| WHAT THIS TASK INVOLVES |
What lines of the data below hold "position"? Show them.

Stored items
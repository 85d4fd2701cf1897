import { describe, expect, it } from 'vitest';
import {
  apply,
  emptyDefinition,
  emptyStudy,
  refusalCodes,
  type Edit,
  type Identifier,
  type FieldNote,
  type RefusalCode,
  type SettingValue,
  type Study,
} from '../../../engine/study/index.ts';
import { nextEntry } from './law.ts';
import { frozen, plainToTheLast } from './plain.ts';
import {
  ada,
  after,
  candidate,
  coding,
  draw,
  firstFit,
  fit,
  harbour,
  island,
  maren,
  memo,
  mill,
  none,
  sea,
  silence,
  span,
  started,
  theme,
  tove,
  work,
} from './scene.ts';

const living = { id: 'living', name: 'Living' };
const headed = after(
  island,
  { kind: 'headingAdded', heading: living, place: null },
  { kind: 'headingAdded', heading: { id: 'leaving', name: 'Leaving' }, place: null },
  { kind: 'themePutUnder', theme: 'silence', from: null, to: 'living' },
);
const coded = after(island, {
  kind: 'themeDefined',
  theme: 'sea',
  from: { version: 1, definition: emptyDefinition },
  to: { version: 2, definition: { ...emptyDefinition, code: 'SEA' } },
});
const lookedAt = {
  kind: 'codingLookedAtAgain',
  transcript: 'harbour',
  coding: 'on-harbour',
} as const;

interface Case {
  /** Completes "refuses …". */
  readonly what: string;
  readonly before?: Study;
  readonly edit: Edit;
  readonly subject: string;
}

const otherCopy = { head: 'aa', shared: 12, records: 31, fits: [], branch: null };
const walk: FieldNote = {
  id: 'walk',
  name: 'Walk',
  transcript: 'mill',
  source: { fileName: 'walk.txt', format: 'text', hash: 'h' },
  text: { sequence: 41, bytes: 12 },
  length: 12,
};
const merged = after(island, { kind: 'themesMerged', into: 'sea', from: ['work'] });
const aside = after(island, { kind: 'themeSetAside', theme: 'work' });
const onHarbour = coding('on-harbour');
const asItWas = { theme: 'sea', standing: 'confirmed', span: span(11, 30), memo: '' } as const;
const cold = draw('cold', { kind: 'cold sample', name: 'cold sample' });
const drawn = after(island, { kind: 'drawMade', draw: draw('any') });
const drawnCold = after(
  started,
  { kind: 'readerAdded', reader: ada },
  { kind: 'participantAdded', participant: maren },
  { kind: 'transcriptGathered', transcript: harbour },
  { kind: 'transcriptGathered', transcript: mill },
  { kind: 'drawMade', draw: cold },
);
const knownThen = { under: onHarbour.under, strength: 0.75, codebookVersion: 1 };
const harbourText = { text: harbour.text, length: harbour.length, turns: harbour.turns };
const revised: Extract<Edit, { kind: 'textRevised' }> = {
  kind: 'textRevised',
  transcript: 'harbour',
  from: harbourText,
  to: {
    text: { sequence: 40, bytes: 65 },
    length: 61,
    turns: [...harbour.turns.slice(0, 3), { ...harbour.turns[3]!, end: 61 }],
  },
  replacements: [{ start: 50, end: 50, inserted: 1 }],
  placed: [],
  lost: [],
};

const question = { id: 'q', text: 'What is the sea?' };
const withQuestion = after(
  island,
  { kind: 'guideRevised', from: [], to: [question] },
  { kind: 'turnsTagged', transcript: 'harbour', changes: [{ turn: 0, from: null, to: 'q' }] },
);
const name: Identifier = {
  id: 'name',
  kind: 'person',
  forms: ['Ruth'],
  decision: 'stand-in',
  replacement: 'Anna',
  putIn: [],
  places: null,
};

function settled(to: Identifier | null, from: Identifier | null = null): Edit {
  return { kind: 'identifierSettled', identifier: 'name', from, to };
}

function setting(value: unknown, key = 'model.themes'): Edit {
  return { kind: 'settingsChanged', changes: [{ key, from: null, to: value as SettingValue }] };
}

function made(changes: Parameters<typeof coding>[1]): Edit {
  return { kind: 'codingMade', coding: coding('new', changes) };
}
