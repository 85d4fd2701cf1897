import type { ReportFormat } from '../../../main/api.ts';

export interface Output {
  readonly format: ReportFormat;
  readonly label: string;
  readonly note: string;
  /** Whether it holds the excerpts as ticked, or speaks of the whole study. */
  readonly holds: 'excerpts' | 'the whole study';
}

export const outputs: readonly Output[] = [
  {
    format: 'docx',
    label: 'Document',
    note: 'word processor, .docx',
    holds: 'excerpts',
  },
  {
    format: 'html',
    label: 'Page',
    note: 'to read or print, .html',
    holds: 'excerpts',
  },
  {
    format: 'csv',
    label: 'Table of excerpts',
    note: 'spreadsheet, .csv',
    holds: 'excerpts',
  },
  {
    format: 'json',
    label: 'Excerpts as data',
    note: 'other software, .json',
    holds: 'excerpts',
  },
  {
    format: 'themes csv',
    label: 'Table of themes',
    note: 'spreadsheet, .csv',
    holds: 'the whole study',
  },
  {
    format: 'methods',
    label: 'Methods paragraph',
    note: 'plain text, .md',
    holds: 'the whole study',
  },
];
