@dataclass
class Field:
    """What one position of the sun does, for a direct normal irradiance of 1 W/m²."""

    load: Floats  # (n,) reflected irradiance over direct normal irradiance, mean over cells [1]
    images: Ints  # (n,) reflected images of the sun in view
    ledger: dict[str, float]  # flux over direct normal irradiance [m²]
    tubes: int = 0  # tubes that landed or settled
    rays: int = 0
    bounced: list[Bounced] = field(default_factory=list)

    def merge(self, other: Field) -> None:
        """Add the light of other tubes under the same sun."""
        self.load += other.load
        self.images += other.images
        self.tubes += other.tubes
        self.rays += other.rays
        self.bounced += other.bounced
        for key, value in other.ledger.items():
            self.ledger[key] += value


class Bounced(NamedTuple):
    """Beams after a second reflection, as they were before it, and what made them."""

    beams: Beams
    sources: Beams
    tubes: Tubes
    sheet: Ints  # (k,) row of the sun's discs that blurs them
    kept: Floats  # (k,) share of their power that stays in the mirror direction
    shows: Bools  # (k,) they count as images of the sun
    mirror: Ints  # (k,) row of the tables of the second mirror


class _Landing(NamedTuple):
    """What beams off one sheet of a mirror come to. ``k`` beams."""

    code: Ints  # (k, 4)
    under: Ints  # (k, 4)
    ring: Ints  # (k,)
    edge: Ints  # (k,) where to halve those that are not fine
    fine: Bools  # (k,) small enough to be laid down, or none of this sheet's
    lands: Bools  # (k,) they meet one chart
    straddles: Bools  # (k,) they meet a chart and more


class _Images(NamedTuple):
    """How beams land on charts. ``p`` pairs of a beam and a chart."""

    beam: Ints  # (p,)
    chart: Ints  # (p,)
    error: Floats  # (p,) m, largest miss of the middle of an image's edge
    length: Floats  # (p,) m, longest edge of the image
    depth: Floats  # (p,) m, -1 where a corner ray does not reach the chart's plane
    rho: Floats  # (p,) m, radius of the sun's image
    samples: Floats  # (p,) samples in the footprint

    def any_of(self, holds: Bools, n: int) -> Bools:
        """Whether something holds of any chart of each of ``n`` beams."""
        result = np.zeros(n, bool)
        np.logical_or.at(result, self.beam, holds)
        return result

    def all_of(self, holds: Bools, n: int) -> Bools:
        """Whether something holds of every chart of each of ``n`` beams."""
        return ~self.any_of(~holds, n)

    def bent(self, age: Ints) -> Bools:
        """Whether three corners do not describe a beam's images, and halving may help, (n,)."""
        off = self.error > np.maximum(LINEAR * self.rho, LINEAR_FLOOR_M)
        skims = self.any_of(self.depth < 0.0, len(age))
        # A corner ray that runs along a plane never meets it: halve until that hardly matters.
        limit = np.where(skims, SKIM_HALVINGS, MOST_HALVINGS)
        return (skims | self.any_of(off, len(age))) & (age < limit)


LEDGER = (
    "intercepted",
    "absorbed",
    "receivers",
    "obstructions",
    "sky",
    "scattered",
    "unfollowed",
    "rereflected",
)


def solve_field(
    lit: LitScene, *, sun_direction: Floats, sun_radius: float, threads: int = 1
) -> Field:
    """Find where the light of every reflector lands for one position of the sun.

    Parameters
    ----------
    lit : LitScene
        The prepared scene.
    sun_direction : (3,) float
        Unit vector to the sun, scene frame.
    sun_radius : float
        Angular radius of the sun. [rad]
    threads : int
        Threads to share the tubes among.

    Returns
    -------
    field : Field
        Loads, images and ledger for a direct normal irradiance of 1 W/m².
    """
    blur = make_blur(*lit.rings(sun_radius))
    s = np.ascontiguousarray(sun_direction, dtype=np.float64)

    def work(share: Ints) -> Field:
        shown = lit.shows[lit.base.sheet[share]]
        own = _Walk(lit, s, blur).run(lit.base.take(share[shown]))
        if not shown.all():
            # Sheets that share one image of the sun with another sheet add light but no image.
            more = _Walk(lit, s, blur).run(lit.base.take(share[~shown]))
            more.images[:] = 0
            own.merge(more)
        return own

    shares = [np.arange(i, len(lit.base.facet), threads) for i in range(max(1, threads))]
    if len(shares) == 1:
        total = work(shares[0])
    else:
        with ThreadPoolExecutor(len(shares)) as pool:
            total, *rest = pool.map(work, shares)
        for part in rest:
            total.merge(part)
    # What a mirror that is a receiver too takes in is entered where the mirror is.
    landed = total.load * lit.point_areas
    total.ledger["receivers"] = float(landed[~lit.mirror_point].sum())
    return total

| ANSWER AREA |
    """What one position of the sun does, for a direct normal irradiance of 1 W/m²."""
    """Find where the light of every reflector lands for one position of the sun.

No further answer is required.